= What is expected =
What lines below include the word "species"? Copy each one.
# # # # # # #
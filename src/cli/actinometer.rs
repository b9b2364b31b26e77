//! `photoledger actinometer ferrioxalate ...` and `photoledger actinometer network FILE --step NAME --data CSV`.

use super::output::{out, outln};
use super::{NetworkArgs, load, print_warnings};
use photoledger::Error;
use photoledger::file::folder::Folder;
use photoledger::light::LightKind;
use photoledger::model::Model;
use photoledger::plan::actinometry::{self as act, Measured, Strength, YieldTable};
use photoledger::report::plan as rp;
use photoledger::report::write_atomic;
use photoledger::units::{self, Quantity};
use std::path::{Path, PathBuf};

/// Options of `actinometer`.
#[derive(clap::Args, Debug)]
pub struct ActinometerArgs {
    #[command(subcommand)]
    pub route: Route,
}

/// Which actinometer.
#[derive(clap::Subcommand, Debug)]
pub enum Route {
    /// Potassium ferrioxalate, read as Fe(phen)3 2+ at 510 nm (the standard procedure).
    Ferrioxalate(Box<FerrioxalateArgs>),
    /// Any photoreaction of a network with a known quantum yield: fit the photon flux to
    /// measured conversions of the step's absorber against time.
    Network(NetworkFitArgs),
}

/// Ferrioxalate inputs. Values may carry a standard uncertainty: "0.452 ± 0.004" or
/// "10.00 ± 0.02 mL" ("+-" works too).
#[derive(clap::Args, Debug)]
pub struct FerrioxalateArgs {
    /// Absorbance change at 510 nm (irradiated minus dark sample), e.g. "0.452 ± 0.004".
    #[arg(long, value_name = "ΔA")]
    pub delta_a: String,
    /// Cuvette path of the 510 nm reading.
    #[arg(long, value_name = "LENGTH", default_value = "1 cm")]
    pub path: String,
    /// Volume of actinometer solution irradiated.
    #[arg(long, value_name = "VOLUME")]
    pub irradiated: String,
    /// Aliquot taken from it for the reading.
    #[arg(long, value_name = "VOLUME")]
    pub aliquot: String,
    /// Volume the aliquot was made up to (with phenanthroline, buffer and any dilution).
    #[arg(long, value_name = "VOLUME")]
    pub total: String,
    /// Irradiation time.
    #[arg(long, allow_hyphen_values = true, value_name = "DURATION")]
    pub time: String,
    /// Wavelength of the irradiation.
    #[arg(long, allow_hyphen_values = true, value_name = "WAVELENGTH")]
    pub wavelength: String,
    /// Fraction of the incident light absorbed by the actinometer (1 for an optically thick
    /// solution), e.g. "0.98 ± 0.01".
    #[arg(long, value_name = "FRACTION", default_value = "1")]
    pub fraction_absorbed: String,
    /// Quantum-yield table: hatchard-parker (1956; 254–546 nm; the default) or lee-seliger
    /// (1964; 365/366 nm).
    #[arg(long, value_name = "TABLE", default_value = "hatchard-parker")]
    pub yield_table: String,
    /// Actinometer concentration for the table: 0.006M (UV to 436 nm) or 0.15M (436–546 nm).
    #[arg(long, value_name = "STRENGTH", default_value = "0.006M")]
    pub strength: String,
    /// Quantum yield of Fe2+ to use instead of the table, e.g. "1.21 ± 0.02".
    #[arg(long, value_name = "PHI")]
    pub quantum_yield: Option<String>,
    /// ε(510 nm) of the Fe(phen)3 2+ complex.
    #[arg(long, value_name = "EPSILON", default_value = "1.11e4 L/(mol cm)")]
    pub epsilon: String,
    /// Name of the light in the [[light]] block written.
    #[arg(long, value_name = "NAME", default_value = "calibrated lamp")]
    pub light_name: String,
    // --out: result.json and light.toml (default: ferrioxalate-actinometer/ for the ferrioxalate
    // route, NETWORK-actinometer/ for the network route).
    #[command(flatten)]
    pub output: super::Outputs,
}

/// Network-route inputs.
#[derive(clap::Args, Debug)]
pub struct NetworkFitArgs {
    #[command(flatten)]
    pub net: NetworkArgs,
    /// The photochemical step whose absorber's conversion was measured.
    #[arg(long, value_name = "NAME")]
    pub step: String,
    /// CSV of time and conversion, units in the header, e.g. "time (s), conversion" (a
    /// fraction) or "time (min), conversion (%)".
    #[arg(long, value_name = "CSV")]
    pub data: PathBuf,
    // --out: result.json and light.toml (default: ferrioxalate-actinometer/ for the ferrioxalate
    // route, NETWORK-actinometer/ for the network route).
    #[command(flatten)]
    pub output: super::Outputs,
}

/// Read "V", "V ± S" or "V UNIT ± S UNIT" / "V ± S UNIT" as a quantity (None: a plain number).
fn measured(text: &str, q: Option<Quantity>, field: &str) -> photoledger::Result<Measured> {
    let bad = |m: String| {
        Error::Usage(format!(
            "{field} \"{text}\": {m}; expected {}{}",
            q.map_or("a number".to_string(), |q| q.accepted()),
            ", optionally with \"± uncertainty\""
        ))
    };
    let (v, s) = match text
        .split_once('±')
        .or_else(|| text.split_once("+/-"))
        .or_else(|| text.split_once("+-"))
    {
        Some((v, s)) => (v.trim(), Some(s.trim())),
        None => (text.trim(), None),
    };
    let num = |x: &str| x.parse::<f64>().ok();
    let read = |x: &str| -> photoledger::Result<f64> {
        match q {
            None => num(x).ok_or_else(|| bad(format!("\"{x}\" is not a number"))),
            Some(q) => units::parse(x, q).map_err(|e| bad(e.problem)),
        }
    };
    let sigma = s.map(read).transpose()?.unwrap_or(0.0);
    let value = match (q, num(v), s) {
        // "10.00 ± 0.02 mL": the value borrows the uncertainty's unit.
        (Some(_), Some(x), Some(st)) => {
            let lead: String = st
                .chars()
                .take_while(|c| c.is_ascii_digit() || matches!(c, '.' | 'e' | 'E' | '-' | '+'))
                .collect();
            let sn = num(&lead).ok_or_else(|| bad("the uncertainty needs a number".into()))?;
            if sn == 0.0 {
                read(&format!("{x}{}", &st[lead.len()..]))?
            } else {
                x * sigma / sn
            }
        }
        _ => read(v)?,
    };
    if sigma.is_nan() || sigma < 0.0 {
        return Err(bad("the uncertainty cannot be negative".into()));
    }
    Ok(Measured { value, sigma })
}

pub fn run(a: &ActinometerArgs) -> photoledger::Result<()> {
    match &a.route {
        Route::Ferrioxalate(f) => ferrioxalate(f),
        Route::Network(n) => network(n),
    }
}

fn ferrioxalate(a: &FerrioxalateArgs) -> photoledger::Result<()> {
    let wl = units::parse(&a.wavelength, Quantity::Wavelength).map_err(|e| {
        Error::Usage(format!(
            "--wavelength: {e}; expected {}",
            Quantity::Wavelength.accepted()
        ))
    })?;
    let table = match a.yield_table.as_str() {
        "hatchard-parker" => YieldTable::HatchardParker1956,
        "lee-seliger" => YieldTable::LeeSeliger1964,
        t => {
            return Err(Error::Usage(format!(
                "--yield-table {t}: expected hatchard-parker or lee-seliger"
            )));
        }
    };
    let strength = match a.strength.replace(' ', "").as_str() {
        "0.006M" | "6mM" => Strength::Dilute,
        "0.15M" | "150mM" => Strength::Concentrated,
        s => return Err(Error::Usage(format!("--strength {s}: expected 0.006M or 0.15M"))),
    };
    let (phi, yield_note) = match &a.quantum_yield {
        Some(q) => (
            measured(q, None, "--quantum-yield")?,
            "given with --quantum-yield".to_string(),
        ),
        None => act::ferrioxalate_yield(table, strength, wl)?,
    };
    let eps = measured(&a.epsilon, Some(Quantity::MolarAbsorption), "--epsilon")?;
    let eps_note = if a.epsilon == "1.11e4 L/(mol cm)" {
        "1.11e4 L/(mol cm) (the commonly quoted value, recalled rather than checked; --epsilon to change)".to_string()
    } else {
        format!("{} (given)", a.epsilon)
    };
    let m = act::Ferrioxalate {
        delta_a: measured(&a.delta_a, None, "--delta-a")?,
        path: measured(&a.path, Some(Quantity::Length), "--path")?,
        v_irradiated: litres(measured(&a.irradiated, Some(Quantity::Volume), "--irradiated")?),
        v_aliquot: litres(measured(&a.aliquot, Some(Quantity::Volume), "--aliquot")?),
        v_total: litres(measured(&a.total, Some(Quantity::Volume), "--total")?),
        time: measured(&a.time, Some(Quantity::Time), "--time")?,
        wavelength: wl,
        fraction_absorbed: measured(&a.fraction_absorbed, None, "--fraction-absorbed")?,
        quantum_yield: phi,
        epsilon: eps,
    };
    let r = act::ferrioxalate(&m)?;
    let block = rp::light_block(
        &a.light_name,
        &LightKind::Line { wavelength: wl },
        None,
        &r.photon_flux,
        &format!(
            "photon flux entering the sample from ferrioxalate actinometry at {} nm (Φ: {yield_note})",
            units::sig(wl * 1e9, 5)
        ),
    );
    // No input file: the route names the default folder.
    let dir = a.output.dir(Path::new("ferrioxalate"), "actinometer");
    let json = serde_json::json!({
        "actinometer": "potassium ferrioxalate, Fe(phen)3 2+ read at 510 nm",
        "inputs": m,
        "quantum_yield_source": yield_note,
        "epsilon_source": eps_note,
        "result": r,
        "photon_flux_unit": "einstein/s",
        "units": {
            "inputs.delta_a": "",
            "inputs.path": "m",
            "inputs.v_irradiated": "L",
            "inputs.v_aliquot": "L",
            "inputs.v_total": "L",
            "inputs.time": "s",
            "inputs.wavelength": "m",
            "inputs.fraction_absorbed": "",
            "inputs.quantum_yield": "",
            "inputs.epsilon": units::internal_spelling(Quantity::MolarAbsorption),
            "result.moles": "mol",
            "result.photon_flux": "einstein/s",
            "result.power": "W",
            "result.contributions": "relative (fraction)",
        },
        "light_block": block,
        "cautions": rp::CAUTIONS,
    });
    let js = serde_json::to_string_pretty(&json).map_err(|e| Error::Numerical(e.to_string()))?;
    let folder = Folder::begin(&dir)?;
    write_atomic(&folder.join("result.json"), js.as_bytes())?;
    write_atomic(&folder.join("light.toml"), block.as_bytes())?;
    folder.commit()?;
    if a.output.json {
        outln!("{js}")?;
    } else {
        out!("{}", rp::ferrioxalate_text(&r, &m, &yield_note, &eps_note))?;
        outln!(
            "\nlight block for a network file (also in {}/light.toml):\n",
            dir.display()
        )?;
        out!("{block}")?;
        outln!("\n{}", photoledger::report::caution_line())?;
        outln!("wrote {}/ (result.json, light.toml)", dir.display())?;
    }
    Ok(())
}

fn litres(m: Measured) -> Measured {
    Measured {
        value: m.value * 1000.0,
        sigma: m.sigma * 1000.0,
    }
}

fn network(a: &NetworkFitArgs) -> photoledger::Result<()> {
    let net = load(&a.net)?;
    print_warnings(&net);
    let model = Model::compile(&net);
    let step = net.photo.iter().find(|p| p.name == a.step).ok_or_else(|| {
        Error::Usage(format!(
            "--step \"{}\": no photochemical step of that name; the network has {}",
            a.step,
            net.photo
                .iter()
                .map(|p| format!("\"{}\"", p.name))
                .collect::<Vec<_>>()
                .join(", ")
        ))
    })?;
    let sp = step.absorber;
    let table = photoledger::file::csv::read(&a.data).map_err(|e| Error::Usage(e.to_string()))?;
    let tu = table.units[0].clone().ok_or_else(|| {
        Error::Usage(format!(
            "{}: the time column needs a unit in its header, e.g. \"time (s)\"",
            a.data.display()
        ))
    })?;
    let tf = units::parse(&format!("1 {tu}"), Quantity::Time).map_err(|e| {
        Error::Usage(format!(
            "{}: time column unit: {e}; expected {}",
            a.data.display(),
            Quantity::Time.accepted()
        ))
    })?;
    let cf = match table.units[1].as_deref() {
        None => 1.0,
        Some("%") => 0.01,
        Some(u) => {
            return Err(Error::Usage(format!(
                "{}: the conversion column is a fraction (no unit) or in %, not \"{u}\"",
                a.data.display()
            )));
        }
    };
    let mut data = Vec::new();
    for &(t, c, line) in &table.rows {
        let (t, c) = (t * tf, c * cf);
        // The start of the irradiation (0 s, no conversion), as conversion tables usually begin:
        // it carries nothing to fit and is passed over.
        if t == 0.0 && c == 0.0 {
            continue;
        }
        if t.is_nan() || t <= 0.0 || !(0.0..1.0).contains(&c) {
            return Err(Error::Usage(format!(
                "{}:{line}: need a positive time and a conversion from 0 to below 1 (or 100 %); a first row \
                 0, 0 (the start) is allowed",
                a.data.display()
            )));
        }
        data.push((t, c));
    }
    let fit = act::fit_flux(&model, sp, &data)?;
    let origin = format!(
        "photon flux fitted to the conversion of {} by \"{}\" ({} points, {}){}",
        net.species[sp].name,
        a.step,
        fit.points,
        a.data
            .file_name()
            .map(|f| f.to_string_lossy().to_string())
            .unwrap_or_default(),
        if net.lights.len() > 1 {
            "; all sources scaled by one factor"
        } else {
            ""
        }
    );
    let mut blocks = String::new();
    for (s, src) in net.lights.iter().enumerate() {
        let q = model.source_flux(s) * fit.scale.value;
        let m = Measured {
            value: q,
            sigma: q * fit.scale.relative(),
        };
        blocks.push_str(&rp::light_block_for(src, &m, &origin));
        blocks.push('\n');
    }
    let dir = a.output.dir(&a.net.file, "actinometer");
    let json = serde_json::json!({
        "network": net.about.name,
        "step": a.step,
        "absorber": net.species[sp].name,
        "fit": fit,
        "photon_flux_unit": "einstein/s",
        "light_blocks": blocks,
        "cautions": rp::CAUTIONS,
    });
    let js = serde_json::to_string_pretty(&json).map_err(|e| Error::Numerical(e.to_string()))?;
    let folder = Folder::begin(&dir)?;
    write_atomic(&folder.join("result.json"), js.as_bytes())?;
    write_atomic(&folder.join("light.toml"), blocks.as_bytes())?;
    folder.commit()?;
    if a.output.json {
        outln!("{js}")?;
    } else {
        out!("{}", rp::network_fit_text(&fit, &net.species[sp].name, &a.step))?;
        outln!(
            "\nlight blocks to replace the network's (also in {}/light.toml):\n",
            dir.display()
        )?;
        out!("{blocks}")?;
        outln!("{}", photoledger::report::caution_line())?;
        outln!("wrote {}/ (result.json, light.toml)", dir.display())?;
    }
    Ok(())
}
# # # # # # #
= Answer to the exercise =
        net.species[sp].name,
        "absorber": net.species[sp].name,
        out!("{}", rp::network_fit_text(&fit, &net.species[sp].name, &a.step))?;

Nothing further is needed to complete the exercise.